Melica hunzikeri

Scientific classification
- Kingdom: Plantae
- Clade: Tracheophytes
- Clade: Angiosperms
- Clade: Monocots
- Clade: Commelinids
- Order: Poales
- Family: Poaceae
- Subfamily: Pooideae
- Genus: Melica
- Species: M. hunzikeri
- Binomial name: Melica hunzikeri Nicora

= Melica hunzikeri =

- Genus: Melica
- Species: hunzikeri
- Authority: Nicora

Species of grass

Melica hunzikeri is a species of grass that is endemic to southern South America.

==Description==
The species is perennial with short rhizomes and erect culms which are 50–60 cm long. The leaf-sheaths are tubular and are closed on one end with its surface being glabrous or puberulous. The leaf-blades are glabrous and stiff with scaberulous surface and acuminate apex. They are 10–18 cm long by 1.5–2.6 mm wide and have acuminated apex. The membrane is eciliate and is 0.5–0.7 mm long. The panicle itself is open, lanceolate and is 5–16 cm long. There are 3–4 branches per panicle which have dominant axis.

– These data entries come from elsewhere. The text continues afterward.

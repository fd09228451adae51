import { ORDINALS, readNumber, type SpokenNumber, TENS, UNITS } from './lexicon/numbers.ts';
import { UNIT_LIKES } from './lexicon/mishearings.ts';
import { PHRASES } from './lexicon/phrases.ts';
import { TRADE_WORDS } from './lexicon/trade-words.ts';
import { type Token } from './tokens.ts';

/** Words that sound like a number and are as often what they seem: to be taken for it only beside what counts. */
export const GUESSES: ReadonlyMap<string, number> = new Map([
  ['to', 2],
  ['too', 2],
  ['for', 4],
  ['won', 1],
  ['ate', 8],
]);
const NUMBER_LIKES_AFTER = /^(?:single|double|half|treble|singles|doubles|trebles|plain|together|crochet|more)$/;

/** "To" for two and "for" for four, where what stands beside it makes a number likely. */
export function soundsLikeNumber(
  texts: readonly string[],
  at: number,
  isJoined: boolean,
  before: readonly Token[],
  misheard: boolean,
): SpokenNumber | null {
  const value = GUESSES.get(texts[at]!);
  if (value === undefined) return null;
  const previous = before.at(-1);
  const next = texts[at + 1] ?? '';
  const parted = !isJoined;
  const afterName = previous?.kind === 'U' && (previous.value === 'round' || previous.value === 'row');
  const afterChain = previous?.kind === 'C' && /^(?:chain|chains|ch)$/.test(previous.text);
  const afterTens = previous?.kind === 'N' && Number(previous.value) % 10 === 0 && Number(previous.value) >= 20;
  const likely =
    (afterName && (parted || /^(?:is|and|it|in|i|we|you|single|double|half|magic|um|uh)$/.test(next) || misheard)) ||
    (value === 2 && next === 'together') ||
    ('LX'.includes(previous?.kind ?? '.') && /^(?:stitches|chains)$/.test(next)) ||
    (misheard &&
      (NUMBER_LIKES_AFTER.test(next) ||
        (afterChain && !/^(?:the|a|your|make|form|get)$/.test(next)) ||
        (afterTens && /^(?:stitches|stitch)$/.test(next)) ||
        (value === 2 && /^(?:in|rounds|rows|inches)$/.test(next)) ||
        (value === 4 && /^(?:and|inches|in)$/.test(next) && previous?.kind === 'v')));
  return likely ? { value, isOrdinal: false, length: 1, split: null } : null;
}

/** What may stand before a round's announcement; after anything else "around" goes around. */
const HEADS = '.|,&~=p';
const COUNTING = 'stitches stitch times time more of sets lots inches rounds rows single double half treble'.split(' ');

/** "Brown five" and "around five" for a round, "roe two" for a row: at a clause's head, with a number that counts nothing. */
export function soundsLikeUnit(
  texts: readonly string[],
  at: number,
  joined: (index: number) => boolean,
  before: Token | undefined,
): 'round' | 'row' | null {
  const unit = UNIT_LIKES.get(texts[at]!);
  if (unit === undefined || !joined(at) || !HEADS.includes(before?.kind ?? '.')) return null;
  const number = readNumber(texts, at + 1, joined);
  if (number === null || number.isOrdinal) return null;
  const isCounting = joined(at + number.length) && COUNTING.includes(texts[at + 1 + number.length] ?? '');
  return isCounting ? null : unit;
}

/** Words of English that are a number's with a letter missing. */
const WORDS = new Set('even seen seven tree thee fist tent fort second eight three ten nine one sixty sith'.split(' '));
const SHORTEST = 5;

/** Words of the trade that are long enough to be known with a letter missing. */
const TRADE = TRADE_WORDS.flatMap(([, , list]) => list.trim().split(/[\s,]+/)).filter((word) => word.length > SHORTEST);

/** Numbers, rounds and words of the trade with one letter missing, as typed transcripts have them. */
const MISSING_A_LETTER = new Map(
  [...UNITS.keys(), ...TENS.keys(), ...ORDINALS.keys(), 'round', 'rounds', ...TRADE]
    .filter((word) => word.length >= SHORTEST)
    .flatMap((word) => Array.from(word, (_, n): [string, string] => [word.slice(0, n) + word.slice(n + 1), word]))
    .filter(([typed]) => !WORDS.has(typed) && !UNITS.has(typed) && !TENS.has(typed) && !ORDINALS.has(typed))
    .filter(([typed]) => !PHRASES.has(typed) && !TRADE.includes(typed)),
);

/** The word that is meant where a letter is missing; any other word as it is. */
export function mendLetter(word: string): string {
  return MISSING_A_LETTER.get(word) ?? word;
}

Spikelets are cuneate, solitary, 5–6.5 mm long and have fertile spikelets that are pediceled. The pedicels are curved, filiform, and scaberulous. The spikelets have 2 fertile florets which are diminished at the apex while the sterile florets are barren, lanceolate, clumped and are 1.5 mm long. Both the upper and lower glumes are keelless and membranous, but every other feature is different; Lower glume is flabellate, truncate and is 3.5–4 mm long with an erose apex. Upper glume is ovate and is 4–4.2 mm long with an obtuse apex. Its lemma have ciliated margins and truncate apex while the fertile lemma is chartaceous, keelless, obovate and is 4.5 mm. Its palea is 2.6 mm long while the rhachilla internodes are 1 mm long. Flowers are 0.2–0.3 mm long, fleshy, oblong and truncate. They also grow together, have 2 lodicules and 3 anthers which are 0.6 mm long. The fruits are caryopses and have an additional pericarp.